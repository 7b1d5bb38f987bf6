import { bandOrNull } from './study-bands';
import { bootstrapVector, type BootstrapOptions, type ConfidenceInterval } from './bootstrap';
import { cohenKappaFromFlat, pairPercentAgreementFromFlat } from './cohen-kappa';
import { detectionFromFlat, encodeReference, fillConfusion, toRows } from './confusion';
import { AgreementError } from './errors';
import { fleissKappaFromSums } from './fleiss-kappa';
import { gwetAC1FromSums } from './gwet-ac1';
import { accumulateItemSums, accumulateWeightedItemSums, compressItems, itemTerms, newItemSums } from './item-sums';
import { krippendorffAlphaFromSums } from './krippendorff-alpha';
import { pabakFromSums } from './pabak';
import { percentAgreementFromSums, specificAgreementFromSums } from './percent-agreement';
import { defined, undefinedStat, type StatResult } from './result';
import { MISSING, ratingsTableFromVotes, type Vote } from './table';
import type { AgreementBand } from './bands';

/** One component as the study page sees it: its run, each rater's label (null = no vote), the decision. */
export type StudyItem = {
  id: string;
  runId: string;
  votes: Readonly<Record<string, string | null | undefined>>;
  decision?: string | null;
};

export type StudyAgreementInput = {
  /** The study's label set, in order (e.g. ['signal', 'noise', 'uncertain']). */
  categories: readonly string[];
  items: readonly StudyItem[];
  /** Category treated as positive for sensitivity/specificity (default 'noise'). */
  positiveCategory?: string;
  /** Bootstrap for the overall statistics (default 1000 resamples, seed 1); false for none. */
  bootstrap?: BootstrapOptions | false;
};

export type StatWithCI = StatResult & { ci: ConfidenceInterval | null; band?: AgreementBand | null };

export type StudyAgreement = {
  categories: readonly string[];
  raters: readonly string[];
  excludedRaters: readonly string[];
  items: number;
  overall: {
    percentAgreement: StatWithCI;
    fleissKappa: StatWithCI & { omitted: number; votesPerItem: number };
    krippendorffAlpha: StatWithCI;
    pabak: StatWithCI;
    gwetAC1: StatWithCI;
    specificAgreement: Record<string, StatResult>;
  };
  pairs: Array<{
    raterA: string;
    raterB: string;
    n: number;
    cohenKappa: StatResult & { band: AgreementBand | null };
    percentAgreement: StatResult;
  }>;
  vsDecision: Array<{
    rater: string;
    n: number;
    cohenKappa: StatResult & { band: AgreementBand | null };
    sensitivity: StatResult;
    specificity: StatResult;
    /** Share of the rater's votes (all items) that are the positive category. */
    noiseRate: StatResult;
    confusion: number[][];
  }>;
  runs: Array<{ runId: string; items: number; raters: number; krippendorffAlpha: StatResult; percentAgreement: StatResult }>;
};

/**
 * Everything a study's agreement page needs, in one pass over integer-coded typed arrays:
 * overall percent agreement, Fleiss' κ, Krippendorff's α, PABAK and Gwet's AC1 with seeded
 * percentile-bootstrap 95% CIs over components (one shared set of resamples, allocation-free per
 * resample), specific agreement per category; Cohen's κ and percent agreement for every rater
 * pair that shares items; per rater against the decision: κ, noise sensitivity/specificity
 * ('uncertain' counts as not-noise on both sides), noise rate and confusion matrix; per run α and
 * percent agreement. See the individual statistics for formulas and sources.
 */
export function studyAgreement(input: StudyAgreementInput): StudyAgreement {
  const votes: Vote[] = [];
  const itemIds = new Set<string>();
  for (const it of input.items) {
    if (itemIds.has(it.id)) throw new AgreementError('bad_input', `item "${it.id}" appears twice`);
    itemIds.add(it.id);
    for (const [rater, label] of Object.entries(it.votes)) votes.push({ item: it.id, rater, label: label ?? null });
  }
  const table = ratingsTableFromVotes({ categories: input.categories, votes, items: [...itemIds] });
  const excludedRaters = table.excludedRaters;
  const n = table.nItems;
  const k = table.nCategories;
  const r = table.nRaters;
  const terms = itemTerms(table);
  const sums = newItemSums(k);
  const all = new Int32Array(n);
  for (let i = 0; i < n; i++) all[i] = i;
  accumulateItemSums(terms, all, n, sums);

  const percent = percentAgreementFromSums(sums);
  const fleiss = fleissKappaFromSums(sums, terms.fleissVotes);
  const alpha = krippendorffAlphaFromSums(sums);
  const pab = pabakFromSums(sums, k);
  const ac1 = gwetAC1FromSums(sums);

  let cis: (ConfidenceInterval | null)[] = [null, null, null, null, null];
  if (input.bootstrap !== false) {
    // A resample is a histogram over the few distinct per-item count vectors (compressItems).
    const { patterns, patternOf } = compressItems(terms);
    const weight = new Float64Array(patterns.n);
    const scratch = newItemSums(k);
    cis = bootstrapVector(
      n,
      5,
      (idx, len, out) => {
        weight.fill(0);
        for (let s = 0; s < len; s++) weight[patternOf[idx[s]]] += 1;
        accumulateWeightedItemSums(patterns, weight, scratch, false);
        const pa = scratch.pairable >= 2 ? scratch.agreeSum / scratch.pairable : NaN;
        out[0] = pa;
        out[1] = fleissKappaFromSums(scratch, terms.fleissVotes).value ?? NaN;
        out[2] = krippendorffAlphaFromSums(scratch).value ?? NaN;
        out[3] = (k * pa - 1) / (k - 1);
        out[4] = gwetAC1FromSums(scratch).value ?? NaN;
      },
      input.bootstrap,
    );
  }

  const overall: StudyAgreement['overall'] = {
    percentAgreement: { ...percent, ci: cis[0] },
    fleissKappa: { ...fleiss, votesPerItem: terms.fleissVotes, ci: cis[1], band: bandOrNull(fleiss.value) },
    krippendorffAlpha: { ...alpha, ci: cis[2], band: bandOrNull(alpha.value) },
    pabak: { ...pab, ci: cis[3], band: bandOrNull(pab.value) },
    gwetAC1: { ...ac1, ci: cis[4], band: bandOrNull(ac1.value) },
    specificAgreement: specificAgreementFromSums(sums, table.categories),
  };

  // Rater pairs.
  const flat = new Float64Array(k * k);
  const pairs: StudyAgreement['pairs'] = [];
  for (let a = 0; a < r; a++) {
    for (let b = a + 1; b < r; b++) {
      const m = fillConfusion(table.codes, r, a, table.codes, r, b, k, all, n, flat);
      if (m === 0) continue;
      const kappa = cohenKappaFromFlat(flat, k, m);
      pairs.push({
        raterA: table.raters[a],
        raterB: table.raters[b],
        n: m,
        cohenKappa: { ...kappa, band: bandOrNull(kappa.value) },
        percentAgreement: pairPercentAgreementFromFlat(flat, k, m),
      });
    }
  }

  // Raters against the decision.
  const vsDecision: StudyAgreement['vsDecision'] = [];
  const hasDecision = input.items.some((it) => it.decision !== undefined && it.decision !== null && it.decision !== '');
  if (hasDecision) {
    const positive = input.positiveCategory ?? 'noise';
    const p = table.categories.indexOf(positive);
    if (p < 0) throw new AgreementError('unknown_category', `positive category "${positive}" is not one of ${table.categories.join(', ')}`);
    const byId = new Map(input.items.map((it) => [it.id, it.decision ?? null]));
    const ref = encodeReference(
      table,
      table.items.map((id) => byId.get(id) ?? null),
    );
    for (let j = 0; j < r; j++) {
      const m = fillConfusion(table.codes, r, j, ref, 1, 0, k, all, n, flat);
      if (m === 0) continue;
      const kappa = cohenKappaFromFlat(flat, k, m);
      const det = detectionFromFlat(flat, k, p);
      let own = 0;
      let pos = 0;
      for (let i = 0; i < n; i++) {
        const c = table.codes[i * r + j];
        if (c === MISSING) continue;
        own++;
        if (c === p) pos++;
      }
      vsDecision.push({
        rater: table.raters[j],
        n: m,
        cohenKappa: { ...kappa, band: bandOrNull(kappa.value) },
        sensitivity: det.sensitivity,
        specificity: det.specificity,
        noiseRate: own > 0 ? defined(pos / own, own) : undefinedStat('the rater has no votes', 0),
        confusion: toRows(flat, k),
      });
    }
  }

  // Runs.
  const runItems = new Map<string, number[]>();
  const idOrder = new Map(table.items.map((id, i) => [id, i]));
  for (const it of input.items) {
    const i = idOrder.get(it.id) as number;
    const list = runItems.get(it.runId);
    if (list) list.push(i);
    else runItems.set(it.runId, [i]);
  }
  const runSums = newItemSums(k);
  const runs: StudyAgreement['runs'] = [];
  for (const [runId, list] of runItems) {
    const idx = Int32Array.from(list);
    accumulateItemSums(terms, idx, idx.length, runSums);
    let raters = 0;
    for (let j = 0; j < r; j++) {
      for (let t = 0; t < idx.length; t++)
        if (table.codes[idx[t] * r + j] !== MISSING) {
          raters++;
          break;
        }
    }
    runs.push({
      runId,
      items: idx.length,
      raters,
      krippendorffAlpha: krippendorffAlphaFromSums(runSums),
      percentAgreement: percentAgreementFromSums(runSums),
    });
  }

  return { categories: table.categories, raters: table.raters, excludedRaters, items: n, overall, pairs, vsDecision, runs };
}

________

Exercise directions -> Work out how many lines in the data include "overall". Answer with the number only.

Answer box -> 5